In the educational course, a beginning was made with the preparation for parenthood and consideration was given to every phase of child development through its first six years. These various subjects were presented by lectures, conferences and exhibits. Two days of each week were devoted to examinations of infants and lectures on child welfare in the hall provided by the Chamber of Commerce, which also contained pictorial exhibits illustrating the effects of improper methods of handling babies.

The child to profit by the parents' course first was subjected to a physical and psychological examination. During this, the parent was instructed in the manner of overcoming any patent defect existing. It was not considered sufficient to know the child of the present-day, but to know its potential mental and physical capacity, entailing a comprehensive study of the child, as well as the heredity and stability of the infant's ancestry. It was believed that the greatest value of the educational center was the early recognition of conditions leading to instability before the nerve centers were fully formed. Thus the care and training of the child could be changed and its potential capacity increased to the highest point of which it was capable.

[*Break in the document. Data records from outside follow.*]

"""Well trajectories by the minimum-curvature method.

:func:`minimum_curvature` turns survey stations (MD, inclination, azimuth) into TVD, north, east
and dogleg. :class:`Trajectory` holds a computed survey and answers, vectorised, the position,
tangent, TVD and TVDSS at any MD, interpolating *along the circular arc* of each course (not
linearly between stations), and inverts TVD to MD.

Frame (DEVELOPERS.md): x = easting, y = northing, TVD positive down from the depth reference;
vectors are (east, north, down). Lengths in metres inside the package.

References
----------
.. [1] Taylor, H.L. and Mason, M.C. (1972) "A Systematic Approach to Well Surveying
   Calculations", SPE Journal 12(6), 474-488. doi:10.2118/3362-PA
.. [2] Sawaryn, S.J. and Thorogood, J.L. (2005) "A Compendium of Directional Calculations
   Based on the Minimum Curvature Method", SPE Drilling & Completion 20(1), 24-36.
   doi:10.2118/84246-PA
"""

from __future__ import annotations

from typing import Any

import numpy as np
import pandas as pd
from numpy.typing import ArrayLike, NDArray

from ..errors import InputError, SurveyError, input_error
from .mincurve import _slerp_weights, _tangent, minimum_curvature, ratio_factor
from .units import DepthUnit, parse_depth_unit

__all__ = ["Trajectory"]


_MAX_DOGLEG_RAD = np.pi - 1e-6  # a course turning the hole back on itself is not an arc
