"""The alignment engine: map every well sample to a position in the type log, faults included.

Model
-----
Input at the array level: ``ref`` (M, C) type-log curves on a regular strat grid of step
``ds``; ``well`` (N, C) curves; ``step`` (N,) the *predicted* signed strat increment of each well
sample in reference samples (``r·ΔMD/ds`` from trajectory and bed dip; < 1 in high-angle
wells, negative while drilling up-section, may change sign). The result maps each well sample
to a reference position (float index, 0 = first type-log sample); a jump of that position is a
fault cut, and its size Δs (reference samples; × ds = TST) is missing section when its sign is
the direction of travel, repeated section when opposite (DESIGN.md §2).

Discretisation: strat rows, strain-limited moves
------------------------------------------------
A DP over (well sample, reference sample) with integer reference positions cannot honour a
fractional predicted step: with ``step = 0.3`` and stretch ``k = 1.5`` the allowed increment
``[0.2, 0.45]`` holds no integer, so per-sample moves either stall for free (0) or are
forbidden; carrying a fractional position instead multiplies states and traceback bytes. We
therefore first resample the well in predicted stratigraphic arc length (:mod:`.resample`):
rows one reference sample apart, each predicted to move exactly ±1 reference sample (samples
are box-averaged into rows in high-angle wells, shared between rows where the well outruns the
reference grid; a row never straddles a turning point). On these rows the thickness change
``[1/k, k]`` is expressed by strain-limited multi-row moves — the strain limits of Hale's
dynamic warping (2013) — in lag ``ℓ = j − round(predicted position)``:

* FOLLOW — one row, lag unchanged (the path moves exactly as predicted);
* FAST   — ``bf = ceil(1/(k−1))`` rows, lag +1 in the direction of travel: ``bf+1`` reference
  samples in ``bf`` rows, a ratio ``(bf+1)/bf <= k``;
* SLOW   — ``bs = ceil(k/(k−1))`` rows, lag −1: ``(bs−1)/bs >= 1/k``;
* JUMP   — one row, to *any* reference sample, forward or backward, cost ``jump_penalty``
  (plus the jump-size prior's excess, below); without the prior it comes from the best cell
  of the previous row, so its source is one integer per row.

For the default ``k = 1.5``: ``bf = 2``, ``bs = 3``, local slopes 3/2, 1 and 2/3 — the stretch
window holds on every move and over any run of moves; the price is that a lag change is
quantised to one reference sample. Rows inside a multi-row move sit at the new lag and their
misfits are added. FAST/SLOW moves need every row they span to have the same direction (no
stretch across a turning point) and cost ``strain_penalty`` each (a soft preference for the
predicted increment). Where ``|step| < min_rate`` (well nearly parallel to bedding) the arc
length is floored at ``min_rate``: a row then spans more samples and predicts less than one
sample of movement, so the lag may drift by up to about ``(k−1)·min_rate`` per well sample
there — an additive tolerance standing for the dip uncertainty, which dominates in such hole.
Nothing lets the path stall for free: not moving when a move is predicted needs SLOW moves
(limited rate, penalised) or a jump.

Exactness and cost
------------------
The DP is exact: the global minimum over all such paths, with free start and end in the
reference (checked against exhaustive enumeration in tests/test_align_engine.py, with the
jump-size prior and anchors too). Time O(R·M) with O(1) work per cell in a branch-free,
vectorised row pass; memory: one byte per (row, reference sample) for the move codes, plus
O(M) cost rows, O(R + N) per-row/sample arrays and, with the prior, one source per row and
prior bin. ``R`` = total predicted strat arc length in reference samples: ``R <= N`` while
``|step| <= 1``; ``R ≈ N·|step|`` in high-angle wells. The forward pass runs one row at a time
(:class:`~wellfault.align.stream.StreamingAligner`); :meth:`AlignmentEngine.align` is one push.

Standardisation
---------------
Curves are compared after robust standardisation (:mod:`.misfit`). The well's own statistics
are biased when it logs only part of the column, so :meth:`AlignmentEngine.calibrate` first
aligns coarsely, then matches the well's quantiles to those of the type-log samples it covers.
The first coarse pass compares curves standardised by their own running mean and spread over
``calibrate_window`` samples, which no tool gain or offset changes: starting instead from the
well's own median and spread (as before) left the level wrong by half a spread or more in 40 %
of wells on real gamma-ray type logs, and a path over wrongly standardised curves hops between
chance matches (jumps of ±1000 m, tens per well). With it the level is right to 0.02 spread
(90th percentile, 120 wells on the three real logs of benchmarks/bench_curves.py).

Jump-size prior
---------------
With a constant jump cost, a type log with little character lets the path hop to a look-alike
interval anywhere in the column (jumps of 1-2 km of TST where the field's faults have tens of
metres). With ``jump_free = D`` a jump's cost grows with its size beyond D: columns are grouped
in bins of ``B = ceil(D / jump_bins)`` reference samples, ``w = ceil(D / B)`` bins are free, and
a jump from column i to column j costs ``jump_penalty + jump_slope·B·max(0, |i//B − j//B| − w)``
— free up to D (give or take a bin), then ``jump_slope`` per sample (by default
``PRIOR_EXCESS·jump_penalty/D`` = ``jump_penalty/D``: a jump of k·D costs k plain jumps). A
steeper slope buys nothing: a staircase of k jumps of D each, one row apart, costs k jumps
and a few rows of misfit, so the path would split an implausible jump into a staircase of
plausible-looking ones (several false cuts instead of one flagged cut); with this slope the
single jump is never dearer than its staircase.
The size is the reference displacement between the two rows (Δs plus the predicted one-sample
move). The DP stays exact for this cost (oracle-tested): per row, the best cell of every bin
of the previous row (one vectorised minimum over the row), the best source bin of every
landing bin (a minimum over the ``2w + 1`` bins around it, then a two-pass linear distance
transform over the bins with slope ``jump_slope·B``), and the jump cost written per column
— O(M + (M/B)·w) per row; the source column of each landing bin is kept per row (``R·M/B``
int64, an eighth of a byte per cell for B = 64), so the traceback recovers every jump's
source without storing one per cell. Why bins: the per-column prior (windowed minimum of half-
width D, then a linear distance transform, also O(M) per row and exact) was built first and
measured 3-6 times the whole DP's time, its four sequential scans per row do not vectorise;
a prior is a soft preference, and a resolution of D/8 in its size costs it nothing.
``jump_free = None`` (the default of this array-level class) keeps the constant cost. The
calibration pre-pass (:meth:`AlignmentEngine.calibrate`) runs without the prior: with it, the
coarse path of some high-angle wells on real logs ran off the type log and left the well's
level wrong (three real cuts lost in 60 test wells), though it gave fewer absurd jumps on
low-character logs.

Anchors
-------
Picked tops, when given with the curves, constrain the path: an anchor ``(sample, position,
tolerance)`` says that well sample ``sample`` lies at reference position ``position`` within
``tolerance`` samples. On the anchor's row every column whose position for that sample
(``sample_position + column − row centre``) is farther than the tolerance costs
``anchor_cost`` more (default ``ANCHOR_COST_JUMPS·jump_penalty`` = 1.5 jumps), on every move
through that row. The cost is finite on purpose: where the curves are ambiguous the pick
decides (any path honouring it is cheaper by the anchor cost), but a pick the curves clearly
contradict over many rows is not forced — the path then pays the cost, and the well-level
wiring reports the pick as a possible mis-pick instead of bending the alignment into an
absurd detour; less than two jumps, so a detour out and back just to touch a wrong pick never
pays. Anchor costs are in the DP (oracle-tested) and in the cut evidence's window DPs, not in
the local fit quality.

Off the type log
----------------
A type log covers a strat interval; a well can drill rock above its top or below its base (or
be carried there by a fault). With ``off_log = P > 0`` the DP has P extra reference columns on
either side whose misfit is the constant ``off_log_misfit`` for every well row: there the path
follows the well's predicted movement without a reference, instead of being forced into jumps
to chance matches. Positions in these margins are below 0 or beyond M − 1 in
:attr:`Alignment.path` (:attr:`Alignment.on_log` False); a jump with either side there is
flagged :attr:`Jump.off_log` — where the well leaves or re-enters the type log's range, its
size unknown — and the well-level wiring (wellfault.curvecuts) never reports it as a cut. The
constant must lie above the misfit of a true match (noise²/2 and a little more, about 0.01-0.05
for noise of 10-20 % of the spread) and below what chance matches reach with a jump now and
then; 0.06 does both on the benchmark wells (0.25 did not): wells partly outside the column
went from 0.44 to 0.03 false cuts per well, wells inside lost nothing, and a well aligned to an
unrelated type log now runs mostly off the log instead of hopping (about 2 reported cuts per
well instead of 22; 0.02 per well with confidence >= 0.9). A
path longer than the margins hops inside them (such jumps are off-log too). ``off_log = 0``
(the default of this array-level class) keeps the exact behaviour of the plain DP.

The mother was given a score card providing for a brief history of the parentage and the general condition of the child. Where faulty conditions exist, dates for subsequent examinations were set in order that both mother and child could be kept under observation. From these cards, the mothers whose children showed the same characteristics of under-development were formed into groups and the lecture and conference work was planned so that they could receive help in their individual cases. The center was officially opened September 18, 1916 and during the first two months, there were 503 mothers enrolled. The children examined represented every section of the city and county. In nationality, the Americans lead with Germans second. Other nationalities included Irish, Swedish and Polish. The educational standing of the parents showed that the largest percentage had completed the eighth grade; second, the high school; third, the college or university, and fourth, those who had left school below the eighth grade. In occupations of parents, the highest percentage is clerical; second, mechanics; third, managers of small stores, departments, etc.; fourth, day laborers; fifth, teachers and ranchers.

By 1919, it held conferences at county fairs and other gatherings, providing to mothers needed instruction as to the food, clothing, habits, play, and general training of the child.